** DATASET CONTENT follows **
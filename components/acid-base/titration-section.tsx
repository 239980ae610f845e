import { Badge, Card } from "@/components/ui/card";
import { Swatch } from "@/components/ui/swatch";
import { phSeriesForDye, type PhSeries } from "@/db/queries/acid-base";
import type { Db } from "@/db/connection";
import { labD65ToHex } from "@/lib/color/display";
import { ColorInputError } from "@/lib/color/errors";
import { TwoFormModel, apparentBaseFraction, baseFraction, daviesCorrectedPka, fitPkaFromColours, type PkaFit } from "@/lib/color/pka";
import { TitrationChart } from "./titration-chart";

/** Fits are deterministic in their vials; keep them while the process runs (a fit takes a second or two). */
const fits = new Map<string, PkaFit | { error: string }>();

function fitFor(series: PhSeries): PkaFit | { error: string } {
  const key = JSON.stringify(series.vials.map((v) => [v.pH, ...v.lab]));
  let fit = fits.get(key);
  if (!fit) {
    try {
      fit = fitPkaFromColours(series.vials);
    } catch (error) {
      if (!(error instanceof ColorInputError)) throw error;
      fit = { error: error.message };
    }
    fits.set(key, fit);
  }
  return fit;
}

/** The dye page's acid–base section: one titration curve and pKa per pH series. */
export function TitrationSection({ db, dyeId }: { db: Db; dyeId: string }) {
  const series = phSeriesForDye(db, { dyeId });
  if (series.length === 0) return null;
  return (
    <Card title="pKa and titration curve" className="lg:col-span-3">
      <div className="space-y-6">
        {series.map((s) => (
          <SeriesBlock key={s.solvent.id} series={s} />
        ))}
      </div>
      <p className="mt-4 text-xs text-ink-soft">
        Fit: each form is one absorption band (Gaussian in wavenumber); every vial is the CIE colour (D65, CIE 1931 2°) of the two forms mixed per wavelength by
        Beer–Lambert, with the base fraction from Henderson–Hasselbalch; pKa and both bands minimise the sum of squared ΔE00 over the vials. ± is the standard deviation
        of refits over vials resampled with replacement (bootstrap). Vials are plotted at the base fraction their colour corresponds to on the fitted path. The shaded
        band is the visual transition: where the colour differs from both end colours by ΔE00 ≥ 3 (common practice, no source).
      </p>
    </Card>
  );
}

function SeriesBlock({ series }: { series: PhSeries }) {
  const fit = fitFor(series);
  const medium = `${series.solvent.name}${series.additives.length ? ` (${series.additives.join("; ")})` : ""}`;
  if ("error" in fit) {
    return (
      <div>
        <h3 className="text-sm font-semibold">{medium}</h3>
        <p className="text-sm text-ink-soft">{series.vials.length} vials; no pKa: {fit.error}</p>
      </div>
    );
  }
  const model = new TwoFormModel(fit.acidBand, fit.baseBand);
  const vials = series.vials.map((v) => ({ pH: v.pH, fraction: apparentBaseFraction(model, v.lab), hex: labD65ToHex(v.lab) }));
  const lo = Math.min(series.vials[0].pH, fit.transition[0]) - 0.5;
  const hi = Math.max(series.vials[series.vials.length - 1].pH, fit.transition[1]) + 0.5;
  const curve = Array.from({ length: 121 }, (_, i) => lo + ((hi - lo) * i) / 120).map((pH) => ({ pH, fraction: baseFraction(pH, fit.pKa) }));
  const ionic = series.ionicStrengthsMolL.length === 1 ? series.ionicStrengthsMolL[0] : null;
  const isWater = series.solvent.name === "Water";
  return (
    <div className="grid gap-4 md:grid-cols-3">
      <div className="space-y-2 text-sm">
        <h3 className="font-semibold">{medium}</h3>
        <p data-testid="pka-value" className="text-lg font-semibold tabular-nums">
          pKa {fit.pKa.toFixed(2)} ± {fit.pKaStdErr.toFixed(2)}
        </p>
        <p className="text-ink-soft">
          Apparent pKa in {series.solvent.name}
          {ionic !== null ? ` at ionic strength ${ionic} mol/L` : ", ionic strength not recorded"}
          {isWater ? "" : "; pH in this medium is not aqueous pH"}.{" "}
          {ionic !== null && isWater && <>Davies-corrected to I = 0 (neutral acid form): {daviesCorrectedPka(fit.pKa, ionic).toFixed(2)}.</>}
        </p>
        <p className="tabular-nums">
          Visual transition pH {fit.transition[0].toFixed(1)}–{fit.transition[1].toFixed(1)} · {series.vials.length} vials · fit RMS ΔE00 {fit.rmsDeltaE00.toFixed(2)}
        </p>
        <div className="flex items-center gap-4">
          <span className="flex flex-col items-center text-xs">
            <Swatch lab={fit.acidLab} size="lg" label="acid form" />
            acid form
          </span>
          <span className="flex flex-col items-center text-xs">
            <Swatch lab={fit.baseLab} size="lg" label="base form" />
            base form
          </span>
          <span className="text-xs text-ink-soft">contrast ΔE00 {fit.contrastDeltaE00.toFixed(0)}</span>
        </div>
        {fit.messages.length > 0 && (
          <ul className="space-y-1">
            {fit.messages.map((m) => (
              <li key={m}>
                <Badge tone="warn">check</Badge> {m}
              </li>
            ))}
          </ul>
        )}
      </div>
      <div className="md:col-span-2">
        <TitrationChart vials={vials} curve={curve} pKa={fit.pKa} transition={fit.transition} label={medium} />
      </div>
    </div>
  );
}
** End of DATASET CONTENT **
Where the word "with" occurs in a line of the records, copy that line.

WORKED SOLUTION:
        Beer–Lambert, with the base fraction from Henderson–Hasselbalch; pKa and both bands minimise the sum of squared ΔE00 over the vials. ± is the standard deviation
        of refits over vials resampled with replacement (bootstrap). Vials are plotted at the base fraction their colour corresponds to on the fitted path. The shaded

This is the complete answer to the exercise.